[PROVIDED INFORMATION]

"""Ping ingest against the floor of the same work, the copy floor and the pandas script.

``python -m benchmarks.pings_same_work [--sizes 1e5 1e6] [--repeat 2]`` writes a synthetic
ping study per size (:func:`benchmarks.synth.ping_study`), then measures, each in a fresh
child process (time of the whole process, imports included; peak resident memory), paired
in one run on the same file: the copy floor (CSV -> parquet, :mod:`benchmarks.floor`), the
same-work floor (:mod:`benchmarks.pings_floor`: one DuckDB statement from the CSV to the
fishing cells), the pandas script (:mod:`benchmarks.baselines`) and harmonize's ingest into
a fresh store. The same-work floor's cells are checked equal to harmonize's store before any
ratio is printed. With ``--repeat k`` each is measured k times and the fastest kept (the
machine is shared). Prints a Markdown table; ``--json`` writes the raw figures.
"""

from __future__ import annotations

import argparse
import json
import shutil
import tempfile
from pathlib import Path
from typing import Any

from benchmarks.pings_floor import check_equal, floor_sql
from benchmarks.run import measure
from benchmarks.synth import ping_study


def _best(runs: list[dict[str, Any]]) -> dict[str, Any]:
    ok = [r for r in runs if "error" not in r]
    if not ok:
        return runs[-1]
    best = min(ok, key=lambda r: r["seconds"])
    return {**best, "peak_rss_mb": max(r["peak_rss_mb"] for r in ok)}


def bench(n: int, work: Path, repeat: int) -> dict[str, Any]:
    folder = work / f"pings_{n}"
    shutil.rmtree(folder, ignore_errors=True)
    path = ping_study(folder, n)
    res: dict[str, Any] = {"n": n, "file_mb": path.stat().st_size / 2**20}
    sql = folder / "floor.sql"  # prepared here: the measured process runs the statement and nothing else
    sql.write_text(floor_sql(folder, "bench_pings", path, folder / "floor_cells.parquet"))
    runs: dict[str, list[dict[str, Any]]] = {k: [] for k in ("copy", "same_work", "pandas", "harmonize")}
    for _ in range(repeat):
        runs["copy"].append(measure("floor", folder / "floor", path))
        runs["same_work"].append(measure("pings_floor", sql))
        runs["pandas"].append(measure("pandas_pings", path, folder / "pandas.parquet"))
        shutil.rmtree(folder / "store", ignore_errors=True)
        runs["harmonize"].append(measure("harmonize", folder, "bench_pings", "duckdb", path))
    res.update({k: _best(v) for k, v in runs.items()})
    res["check"] = check_equal(folder / "floor_cells.parquet", folder)
    shutil.rmtree(folder, ignore_errors=True)
    return res


def _cell(r: dict[str, Any]) -> str:
    return f"failed ({r['error'][:60]})" if "error" in r else f"{r['seconds']:.1f} s / {r['peak_rss_mb']:,.0f} MB"


def main() -> None:
    parser = argparse.ArgumentParser(description=__doc__.splitlines()[0])
    parser.add_argument("--sizes", nargs="+", default=["1e5", "1e6"])
    parser.add_argument("--repeat", type=int, default=1)
    parser.add_argument("--json", type=Path, default=None)
    args = parser.parse_args()
    work = Path(tempfile.mkdtemp(prefix="pings-same-work-"))
    rows = []
    print("| N | CSV MB | copy floor | same-work floor | pandas script | harmonize | h / same-work | h / copy "
          "| h / pandas | cells equal |")
    print("|---:|---:|---|---|---|---|---:|---:|---:|---|")
    try:
        for size in args.sizes:
            r = bench(int(float(size)), work, args.repeat)
            rows.append(r)
            h = r["harmonize"]["seconds"]
            print(f"| {r['n']:.0e} | {r['file_mb']:,.0f} | {_cell(r['copy'])} | {_cell(r['same_work'])} "
                  f"| {_cell(r['pandas'])} | {_cell(r['harmonize'])} | {h / r['same_work']['seconds']:.2f} "
                  f"| {h / r['copy']['seconds']:.2f} | {h / r['pandas']['seconds']:.2f} "
                  f"| yes ({r['check']['cell_periods']:,.0f} cell-periods, {r['check']['hours']:,.1f} h) |",
                  flush=True)
    finally:
        shutil.rmtree(work, ignore_errors=True)
    if args.json:
        args.json.write_text(json.dumps(rows, indent=1, default=str))


if __name__ == "__main__":
    main()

[/PROVIDED INFORMATION]

REQUIRED WORK =>
A word-for-word transcription of the data above is required.

EXPECTED ANSWER =>
"""Ping ingest against the floor of the same work, the copy floor and the pandas script.

``python -m benchmarks.pings_same_work [--sizes 1e5 1e6] [--repeat 2]`` writes a synthetic
ping study per size (:func:`benchmarks.synth.ping_study`), then measures, each in a fresh
child process (time of the whole process, imports included; peak resident memory), paired
in one run on the same file: the copy floor (CSV -> parquet, :mod:`benchmarks.floor`), the
same-work floor (:mod:`benchmarks.pings_floor`: one DuckDB statement from the CSV to the
fishing cells), the pandas script (:mod:`benchmarks.baselines`) and harmonize's ingest into
a fresh store. The same-work floor's cells are checked equal to harmonize's store before any
ratio is printed. With ``--repeat k`` each is measured k times and the fastest kept (the
machine is shared). Prints a Markdown table; ``--json`` writes the raw figures.
"""

from __future__ import annotations

import argparse
import json
import shutil
import tempfile
from pathlib import Path
from typing import Any

from benchmarks.pings_floor import check_equal, floor_sql
from benchmarks.run import measure
from benchmarks.synth import ping_study


def _best(runs: list[dict[str, Any]]) -> dict[str, Any]:
    ok = [r for r in runs if "error" not in r]
    if not ok:
        return runs[-1]
    best = min(ok, key=lambda r: r["seconds"])
    return {**best, "peak_rss_mb": max(r["peak_rss_mb"] for r in ok)}


def bench(n: int, work: Path, repeat: int) -> dict[str, Any]:
    folder = work / f"pings_{n}"
    shutil.rmtree(folder, ignore_errors=True)
    path = ping_study(folder, n)
    res: dict[str, Any] = {"n": n, "file_mb": path.stat().st_size / 2**20}
    sql = folder / "floor.sql"  # prepared here: the measured process runs the statement and nothing else
    sql.write_text(floor_sql(folder, "bench_pings", path, folder / "floor_cells.parquet"))
    runs: dict[str, list[dict[str, Any]]] = {k: [] for k in ("copy", "same_work", "pandas", "harmonize")}
    for _ in range(repeat):
        runs["copy"].append(measure("floor", folder / "floor", path))
        runs["same_work"].append(measure("pings_floor", sql))
        runs["pandas"].append(measure("pandas_pings", path, folder / "pandas.parquet"))
        shutil.rmtree(folder / "store", ignore_errors=True)
        runs["harmonize"].append(measure("harmonize", folder, "bench_pings", "duckdb", path))
    res.update({k: _best(v) for k, v in runs.items()})
    res["check"] = check_equal(folder / "floor_cells.parquet", folder)
    shutil.rmtree(folder, ignore_errors=True)
    return res


def _cell(r: dict[str, Any]) -> str:
    return f"failed ({r['error'][:60]})" if "error" in r else f"{r['seconds']:.1f} s / {r['peak_rss_mb']:,.0f} MB"


def main() -> None:
    parser = argparse.ArgumentParser(description=__doc__.splitlines()[0])
    parser.add_argument("--sizes", nargs="+", default=["1e5", "1e6"])
    parser.add_argument("--repeat", type=int, default=1)
    parser.add_argument("--json", type=Path, default=None)
    args = parser.parse_args()
    work = Path(tempfile.mkdtemp(prefix="pings-same-work-"))
    rows = []
    print("| N | CSV MB | copy floor | same-work floor | pandas script | harmonize | h / same-work | h / copy "
          "| h / pandas | cells equal |")
    print("|---:|---:|---|---|---|---|---:|---:|---:|---|")
    try:
        for size in args.sizes:
            r = bench(int(float(size)), work, args.repeat)
            rows.append(r)
            h = r["harmonize"]["seconds"]
            print(f"| {r['n']:.0e} | {r['file_mb']:,.0f} | {_cell(r['copy'])} | {_cell(r['same_work'])} "
                  f"| {_cell(r['pandas'])} | {_cell(r['harmonize'])} | {h / r['same_work']['seconds']:.2f} "
                  f"| {h / r['copy']['seconds']:.2f} | {h / r['pandas']['seconds']:.2f} "
                  f"| yes ({r['check']['cell_periods']:,.0f} cell-periods, {r['check']['hours']:,.1f} h) |",
                  flush=True)
    finally:
        shutil.rmtree(work, ignore_errors=True)
    if args.json:
        args.json.write_text(json.dumps(rows, indent=1, default=str))


if __name__ == "__main__":
    main()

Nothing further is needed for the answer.